If they only ok one blood sample in a purple topped tube then they are probably doing arrays. If they took blood in a green or orange tube too then they might be looking at the chromosomes for larger more obvious changes but these are normally seen in children with more severe features.

Geneticsbunny Mon 24-Feb-14 17:07:08

Ok should be took obviously

hazeyjane Mon 24-Feb-14 18:25:55

GeneticsBunny - you work in the field.....apologies then for my half-assed ramblings about genetic testingblush

2boysnamedR Mon 24-Feb-14 18:31:10

Sounds like a exciting job - I only got down to chromosome extractions on my degree - but it was environmental biology. Plant DNA lol! I was terrified of the centrifuge...

Yes I think it's the whole array from what she said tonight. I will take a mental note of the tube tops - or dh will. Not sure i could see bubs in pain :0(


SanctiMoanyArse Mon 24-Feb-14 18:31:53

A lot of it seems to be regional as well.

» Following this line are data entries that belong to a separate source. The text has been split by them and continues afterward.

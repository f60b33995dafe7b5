'use client';

import type { ReactNode } from 'react';
import { FieldError, fieldId, inputClass, Section, TextField } from './check-in-fields';
import type { CheckInState } from './use-check-in';

const CUSTOMER_TEXT_FIELDS = [
  { key: 'name', label: 'Name' },
  { key: 'phone', label: 'Phone (optional)', type: 'tel', inputMode: 'tel' },
  {
    key: 'email',
    label: 'E-mail (optional)',
    type: 'email',
    inputMode: 'email',
    hint: 'We send the ready-for-pickup message here.',
  },
] as const;

/** Step 1: find the customer by name, phone or e-mail, or add a new one. */
export function CustomerSection({ form }: { form: CheckInState }) {
  const existing = form.chosen !== null && form.chosen !== 'new' ? form.chosen : null;
  return (
    <Section title="1. Customer" id="ci-section-customer">
      {existing ? (
        <Chosen onChange={form.clearCustomer}>
          <span className="block text-lg font-semibold">{existing.name}</span>
          <span className="block text-slate-700">
            {[existing.phone, existing.email].filter(Boolean).join(' · ') || 'No contact details'}
          </span>
        </Chosen>
      ) : form.chosen === 'new' ? (
        <NewCustomer form={form} />
      ) : (
        <CustomerSearch form={form} />
      )}
    </Section>
  );
}

function NewCustomer({ form }: { form: CheckInState }) {
  return (
    <div className="space-y-4">
      <div className="flex items-center justify-between gap-4">
        <p className="font-medium text-slate-800">New customer</p>
        <button
          type="button"
          onClick={() => form.setChosen(null)}
          className="min-h-11 rounded-md px-3 font-medium text-sea-700 underline underline-offset-2 hover:bg-sea-50"
        >
          Search again instead
        </button>
      </div>
      <div className="grid gap-4 md:grid-cols-3">
        {CUSTOMER_TEXT_FIELDS.map(({ key, ...field }) => (
          <TextField key={key} {...field} {...form.customerField(key)} autoComplete="off" />
        ))}
      </div>
      <label className="flex min-h-12 items-center gap-3 text-lg">
        <input
          type="checkbox"
          checked={form.customer.reminderConsent}
          onChange={(e) => form.editCustomer('reminderConsent', e.target.checked)}
          className="size-6 accent-sea-700"
        />
        Agrees to pre-season service reminders by e-mail
      </label>
    </div>
  );
}

function CustomerSearch({ form }: { form: CheckInState }) {
  const { query, setQuery, debounced, fetching, data } = form.customerSearch;
  const matches = data?.customers ?? [];
  const error = form.errors.customer;
  const id = fieldId('customer');
  return (
    <div>
      <label htmlFor={id} className="block font-medium text-slate-800">
        Find the customer
      </label>
      <p id={`${id}-hint`} className="text-sm text-slate-600">
        Type part of a name, phone number or e-mail address.
      </p>
      <input
        id={id}
        type="search"
        value={query}
        onChange={(e) => setQuery(e.target.value)}
        aria-invalid={error ? true : undefined}
        aria-describedby={[`${id}-hint`, error ? `${id}-error` : null].filter(Boolean).join(' ')}
        aria-controls="ci-customer-results"
        autoComplete="off"
        className={inputClass}
      />
      <FieldError path="customer" error={error} />
      <div id="ci-customer-results" aria-live="polite" className="mt-3">
        {debounced.length >= 2 && fetching && !data && <p className="text-slate-600">Searching…</p>}
        {debounced.length >= 2 && data && matches.length === 0 && (
          <p className="text-slate-700">No customer matches “{debounced}”.</p>
        )}
        {matches.length > 0 && (
          <ul className="grid gap-2 md:grid-cols-2" aria-label="Matching customers">
            {matches.map((c) => (
              <li key={c.id}>
                <button
                  type="button"
                  onClick={() => form.pickCustomer(c)}
                  className="block min-h-14 w-full rounded-md border border-sand-300 bg-sand-50 px-4 py-2 text-left hover:border-sea-600 hover:bg-sea-50"
                >
                  <span className="block font-semibold">{c.name}</span>
                  <span className="block text-sm text-slate-700">
                    {[c.phone, c.email].filter(Boolean).join(' · ') || 'No contact details'}
                    {' · '}
                    {c.reels.length === 1 ? '1 reel' : `${c.reels.length} reels`}
                  </span>
                </button>
              </li>
            ))}
          </ul>
        )}
      </div>
      <button
        type="button"
        onClick={form.startNewCustomer}
        className="mt-4 inline-flex min-h-12 items-center rounded-md border border-sea-700 bg-white px-4 font-semibold text-sea-800 hover:bg-sea-50"
      >
        Add a new customer
      </button>
    </div>
  );
}

function Chosen(props: { children: ReactNode; onChange: () => void }) {
  return (
    <div className="flex flex-wrap items-center justify-between gap-4 rounded-md border border-sea-200 bg-sea-50 px-4 py-3">
      <div>{props.children}</div>
      <button
        type="button"
        onClick={props.onChange}
        className="min-h-11 rounded-md px-3 font-medium text-sea-800 underline underline-offset-2 hover:bg-sea-100"
      >
        Change customer
      </button>
    </div>
  );
}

We're getting results next week for full array other friends in different regions have been refused with our diagnoses (indeed, a friend with 2 asd and one chromosomal abnormality has been refused with a different paed) we already have had karyotypes which showed mutation, family has 2 x asd dx and expecting a third and probably fourth in next 12 months.

Geneticsbunny Mon 24-Feb-14 18:48:45

hazey it was a really good explanation. You obviously have a good grasp of how it all works.

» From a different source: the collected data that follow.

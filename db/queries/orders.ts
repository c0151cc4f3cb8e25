import { and, asc, eq, inArray, isNotNull, sql } from "drizzle-orm";
import { assertCan, can, type Member } from "@/lib/auth/can";
import { ConflictError, NotFoundError, ValidationError } from "@/lib/errors";
import { groupOrders, supplierKey, type OrderPart } from "@/lib/jobs/order-list";
import type { MarkOrdered } from "@/lib/jobs/order-schemas";
import { getDb } from "../client";
import { jobs, parts, workshops } from "../schema";
import { touchJob } from "./job-access";
import { insertLogEntry } from "./log";

/**
 * The workshop-wide order list (lib/jobs/order-list.ts): every part still to order across its jobs.
 * Every member reads it; apprentices get it without prices (no unit cost, no totals). Marking a
 * supplier's group ordered is for technicians and owners, in one transaction that writes each job's Log.
 */

/** The workshop's currency for a member who may see prices, else null (no price leaves the server). */
export function priceCurrency(member: Member): string | null {
  if (!can.seeCharges(member)) return null;
  return getDb().select({ currency: workshops.currency }).from(workshops).where(eq(workshops.id, member.workshopId)).get()?.currency ?? null;
}

function partsToOrder(member: Member, withPrices: boolean): OrderPart[] {
  return getDb()
    .select({
      id: parts.id,
      jobId: parts.jobId,
      jobNumber: jobs.number,
      jobTitle: jobs.title,
      designator: parts.designator,
      kind: parts.kind,
      originalValue: parts.originalValue,
      originalRating: parts.originalRating,
      replacementValue: parts.replacementValue,
      replacementRating: parts.replacementRating,
      quantity: parts.quantity,
      supplier: parts.supplier,
      supplierPartNumber: parts.supplierPartNumber,
      unitCostMinor: parts.unitCostMinor,
    })
    .from(parts)
    .innerJoin(jobs, and(eq(jobs.id, parts.jobId), eq(jobs.workshopId, member.workshopId)))
    .where(and(eq(parts.workshopId, member.workshopId), eq(parts.state, "to-order")))
    .orderBy(asc(jobs.number), asc(parts.id))
    .all()
    .map(({ unitCostMinor, ...p }) => (withPrices ? { ...p, unitCostMinor } : p));
}

/** The suppliers the workshop has used, for the Parts tab's suggestions: one spelling each, A–Z. */
export function listSuppliers(member: Member): string[] {
  const rows = getDb()
    .select({ supplier: sql<string>`min(trim(${parts.supplier}))` })
    .from(parts)
    .where(and(eq(parts.workshopId, member.workshopId), isNotNull(parts.supplier)))
    .groupBy(sql`lower(trim(${parts.supplier}))`)
    .all();
  return rows.map((r) => r.supplier).sort((a, b) => a.localeCompare(b, "en", { sensitivity: "base" }));
}

export function getOrderList(member: Member) {
  const currency = priceCurrency(member);
  const groups = groupOrders(partsToOrder(member, currency !== null), currency !== null);
  return { currency, groups };
}

/**
 * Marks the parts a member saw in one supplier's group as ordered. Every id must be this workshop's (else
 * 404), still to order (else 409: the list moved on since it was loaded) and with that supplier (else 400):
 * otherwise nothing changes. Each job's Log says what was ordered from whom.
 */
export function markGroupOrdered(member: Member, input: MarkOrdered) {
  assertCan(member, "editJobs", "mark parts ordered");
  const ids = [...new Set(input.partIds)];
  return getDb().transaction((tx) => {
    const rows = tx
      .select({
        id: parts.id,
        jobId: parts.jobId,
        jobNumber: jobs.number,
        designator: parts.designator,
        quantity: parts.quantity,
        state: parts.state,
        supplier: parts.supplier,
      })
      .from(parts)
      .innerJoin(jobs, eq(jobs.id, parts.jobId))
      .where(and(eq(parts.workshopId, member.workshopId), inArray(parts.id, ids)))
      .all();
    if (rows.length !== ids.length)
      throw new NotFoundError("Some of these parts were not found in your workshop; reload the order list.", { partIds: "Reload the order list." });
    const moved = rows.filter((r) => r.state !== "to-order");
    if (moved.length) {
      const which = moved.map((r) => `${r.designator} (Job ${r.jobNumber})`).join(", ");
      throw new ConflictError(`${which} ${moved.length > 1 ? "are" : "is"} no longer to order; reload the order list and try again.`, {
        partIds: "Reload the order list.",
      });
    }
    const key = supplierKey(input.supplier);
    const elsewhere = rows.filter((r) => supplierKey(r.supplier) !== key);
    if (elsewhere.length)
      throw new ValidationError(`${elsewhere.map((r) => r.designator).join(", ")} ${elsewhere.length > 1 ? "are" : "is"} not from ${input.supplier}.`, {
        partIds: `Send only ${input.supplier}'s parts.`,
      });
    const now = new Date();
    tx.update(parts)
      .set({ state: "ordered", orderedAt: now })
      .where(and(eq(parts.workshopId, member.workshopId), inArray(parts.id, ids)))
      .run();
    const byJob = new Map<number, typeof rows>();
    for (const r of rows) byJob.set(r.jobId, [...(byJob.get(r.jobId) ?? []), r]);
    for (const [jobId, jobRows] of byJob) {
      const list = jobRows.map((r) => `${r.designator} ×${r.quantity}`).join(", ");
      insertLogEntry(tx, {
        jobId,
        workshopId: member.workshopId,
        authorId: member.userId,
        kind: "part",
        text: `Ordered from ${rows[0].supplier?.trim()}: ${list}.`,
        data: { supplier: rows[0].supplier, partIds: jobRows.map((r) => r.id) },
      });
      touchJob(member, jobId, tx);
    }
    return { ordered: rows.length, jobs: [...new Set(rows.map((r) => r.jobNumber))].sort((a, b) => a - b) };
  });
}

2boys yes I really enjoy it but glad to be having some time off on mat leave at the moment. Things are changing so quickly in the field at the moment though. Just hope I can catch up when I go back.

I guess people could ask to be referred elsewhere? You can ask to be seen by anyone so people could ask to be seen by a consultant who is more pro testing? Funding might still be an issue as it is based on where you live but the consultant could help fight your corner. To be honest individual cases can seem quite similar and actually be really different so array testing just might OT be the best option for some people.

within 5 years it will be reasonable for people to be having their whole genome sequenced and an array done on the nhs so all unusual changes will be identified. The difficult bit is then working out which one/s are causing the problems.